Task statement
Look through the lines below and extract any with the word "highestDifference".

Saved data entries
◆ ◆ ◆
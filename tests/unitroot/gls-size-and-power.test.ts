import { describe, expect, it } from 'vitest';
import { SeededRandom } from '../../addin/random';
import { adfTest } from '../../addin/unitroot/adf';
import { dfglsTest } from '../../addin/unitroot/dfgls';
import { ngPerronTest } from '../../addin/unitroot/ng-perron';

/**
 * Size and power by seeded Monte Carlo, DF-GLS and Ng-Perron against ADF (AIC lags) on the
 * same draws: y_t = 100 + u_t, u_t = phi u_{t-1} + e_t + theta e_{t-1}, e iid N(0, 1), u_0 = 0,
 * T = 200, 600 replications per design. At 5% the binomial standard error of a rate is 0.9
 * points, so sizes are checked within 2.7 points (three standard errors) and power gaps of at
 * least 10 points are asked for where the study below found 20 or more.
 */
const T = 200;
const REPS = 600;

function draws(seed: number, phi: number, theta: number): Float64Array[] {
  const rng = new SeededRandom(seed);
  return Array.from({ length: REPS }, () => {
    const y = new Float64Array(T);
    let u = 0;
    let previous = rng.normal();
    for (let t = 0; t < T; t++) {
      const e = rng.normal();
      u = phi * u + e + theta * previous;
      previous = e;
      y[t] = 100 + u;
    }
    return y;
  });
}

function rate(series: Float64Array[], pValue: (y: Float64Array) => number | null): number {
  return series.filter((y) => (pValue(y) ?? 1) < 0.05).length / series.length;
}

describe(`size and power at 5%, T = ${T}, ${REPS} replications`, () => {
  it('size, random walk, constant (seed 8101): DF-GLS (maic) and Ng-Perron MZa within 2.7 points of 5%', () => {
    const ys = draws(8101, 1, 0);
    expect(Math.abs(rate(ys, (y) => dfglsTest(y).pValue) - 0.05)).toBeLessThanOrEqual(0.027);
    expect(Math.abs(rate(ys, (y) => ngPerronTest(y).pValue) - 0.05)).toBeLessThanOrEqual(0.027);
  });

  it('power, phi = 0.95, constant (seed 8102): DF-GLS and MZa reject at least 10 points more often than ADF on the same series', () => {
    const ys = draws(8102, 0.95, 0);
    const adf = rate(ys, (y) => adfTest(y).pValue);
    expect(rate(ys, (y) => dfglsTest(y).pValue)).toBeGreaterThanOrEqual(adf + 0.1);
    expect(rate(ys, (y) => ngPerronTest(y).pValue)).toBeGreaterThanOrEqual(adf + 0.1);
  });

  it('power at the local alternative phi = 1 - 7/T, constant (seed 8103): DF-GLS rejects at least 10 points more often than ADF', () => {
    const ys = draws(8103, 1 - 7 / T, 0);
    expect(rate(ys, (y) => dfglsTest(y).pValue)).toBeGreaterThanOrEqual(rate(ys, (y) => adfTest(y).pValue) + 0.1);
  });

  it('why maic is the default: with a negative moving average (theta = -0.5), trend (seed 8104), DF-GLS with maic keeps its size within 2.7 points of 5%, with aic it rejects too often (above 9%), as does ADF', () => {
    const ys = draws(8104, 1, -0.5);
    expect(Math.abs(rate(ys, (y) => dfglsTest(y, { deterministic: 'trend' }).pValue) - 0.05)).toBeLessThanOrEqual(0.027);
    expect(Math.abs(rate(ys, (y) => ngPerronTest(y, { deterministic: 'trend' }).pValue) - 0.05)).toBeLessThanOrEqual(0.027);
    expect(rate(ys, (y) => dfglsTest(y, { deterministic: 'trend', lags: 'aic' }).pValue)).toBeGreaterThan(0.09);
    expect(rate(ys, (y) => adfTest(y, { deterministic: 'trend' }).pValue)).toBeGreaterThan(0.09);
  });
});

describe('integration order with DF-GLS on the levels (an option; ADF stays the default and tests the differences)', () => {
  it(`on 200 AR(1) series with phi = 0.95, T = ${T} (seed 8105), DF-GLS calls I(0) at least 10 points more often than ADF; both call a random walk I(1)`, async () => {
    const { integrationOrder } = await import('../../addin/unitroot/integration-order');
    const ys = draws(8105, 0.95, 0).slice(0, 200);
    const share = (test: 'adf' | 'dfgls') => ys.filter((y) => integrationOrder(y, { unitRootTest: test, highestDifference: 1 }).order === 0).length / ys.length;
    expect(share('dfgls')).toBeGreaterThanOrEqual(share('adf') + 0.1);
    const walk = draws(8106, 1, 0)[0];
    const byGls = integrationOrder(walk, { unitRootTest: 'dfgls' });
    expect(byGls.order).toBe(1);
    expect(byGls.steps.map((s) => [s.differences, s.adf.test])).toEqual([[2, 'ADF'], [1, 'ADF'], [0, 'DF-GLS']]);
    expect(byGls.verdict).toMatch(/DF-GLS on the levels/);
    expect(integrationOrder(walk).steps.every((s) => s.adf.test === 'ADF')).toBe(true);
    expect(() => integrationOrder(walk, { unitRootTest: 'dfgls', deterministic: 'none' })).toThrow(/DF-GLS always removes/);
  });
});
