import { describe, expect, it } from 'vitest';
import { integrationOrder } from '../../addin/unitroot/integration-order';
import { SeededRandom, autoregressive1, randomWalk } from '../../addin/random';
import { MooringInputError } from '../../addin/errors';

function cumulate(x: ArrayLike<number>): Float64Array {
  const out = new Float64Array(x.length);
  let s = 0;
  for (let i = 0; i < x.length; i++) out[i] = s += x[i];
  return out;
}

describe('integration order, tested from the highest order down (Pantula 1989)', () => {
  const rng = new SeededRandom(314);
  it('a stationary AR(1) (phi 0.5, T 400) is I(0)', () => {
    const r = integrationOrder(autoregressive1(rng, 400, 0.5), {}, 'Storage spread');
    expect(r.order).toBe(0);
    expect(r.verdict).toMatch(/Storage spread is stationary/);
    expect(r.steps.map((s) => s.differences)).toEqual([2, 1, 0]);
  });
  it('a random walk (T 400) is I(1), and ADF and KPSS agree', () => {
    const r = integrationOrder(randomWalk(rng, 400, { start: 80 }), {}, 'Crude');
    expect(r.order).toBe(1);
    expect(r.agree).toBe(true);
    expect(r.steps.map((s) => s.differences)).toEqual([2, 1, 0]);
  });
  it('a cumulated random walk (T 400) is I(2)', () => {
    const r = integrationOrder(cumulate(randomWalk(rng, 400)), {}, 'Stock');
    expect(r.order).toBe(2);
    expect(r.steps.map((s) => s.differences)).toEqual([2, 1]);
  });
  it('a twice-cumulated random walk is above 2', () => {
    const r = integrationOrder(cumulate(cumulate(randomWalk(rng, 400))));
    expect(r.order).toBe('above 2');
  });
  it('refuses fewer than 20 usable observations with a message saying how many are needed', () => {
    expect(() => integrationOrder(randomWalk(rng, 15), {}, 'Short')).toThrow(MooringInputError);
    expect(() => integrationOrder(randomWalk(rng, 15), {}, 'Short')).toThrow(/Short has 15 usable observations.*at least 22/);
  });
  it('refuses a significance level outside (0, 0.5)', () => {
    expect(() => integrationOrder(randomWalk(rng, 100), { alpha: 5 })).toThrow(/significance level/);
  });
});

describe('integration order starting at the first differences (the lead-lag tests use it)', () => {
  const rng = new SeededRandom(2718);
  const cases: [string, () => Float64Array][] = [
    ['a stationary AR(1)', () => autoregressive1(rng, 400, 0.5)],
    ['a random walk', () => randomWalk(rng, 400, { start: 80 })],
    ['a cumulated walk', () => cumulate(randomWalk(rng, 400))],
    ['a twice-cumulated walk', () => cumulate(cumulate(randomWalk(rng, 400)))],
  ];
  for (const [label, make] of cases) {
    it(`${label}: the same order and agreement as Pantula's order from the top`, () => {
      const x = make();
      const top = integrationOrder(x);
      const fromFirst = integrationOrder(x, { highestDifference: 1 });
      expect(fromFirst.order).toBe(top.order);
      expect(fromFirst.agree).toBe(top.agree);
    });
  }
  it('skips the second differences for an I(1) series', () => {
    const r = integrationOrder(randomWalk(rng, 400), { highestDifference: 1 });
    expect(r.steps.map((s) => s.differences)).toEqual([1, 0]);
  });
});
◆ ◆ ◆
Exercise response
    const share = (test: 'adf' | 'dfgls') => ys.filter((y) => integrationOrder(y, { unitRootTest: test, highestDifference: 1 }).order === 0).length / ys.length;
      const fromFirst = integrationOrder(x, { highestDifference: 1 });
    const r = integrationOrder(randomWalk(rng, 400), { highestDifference: 1 });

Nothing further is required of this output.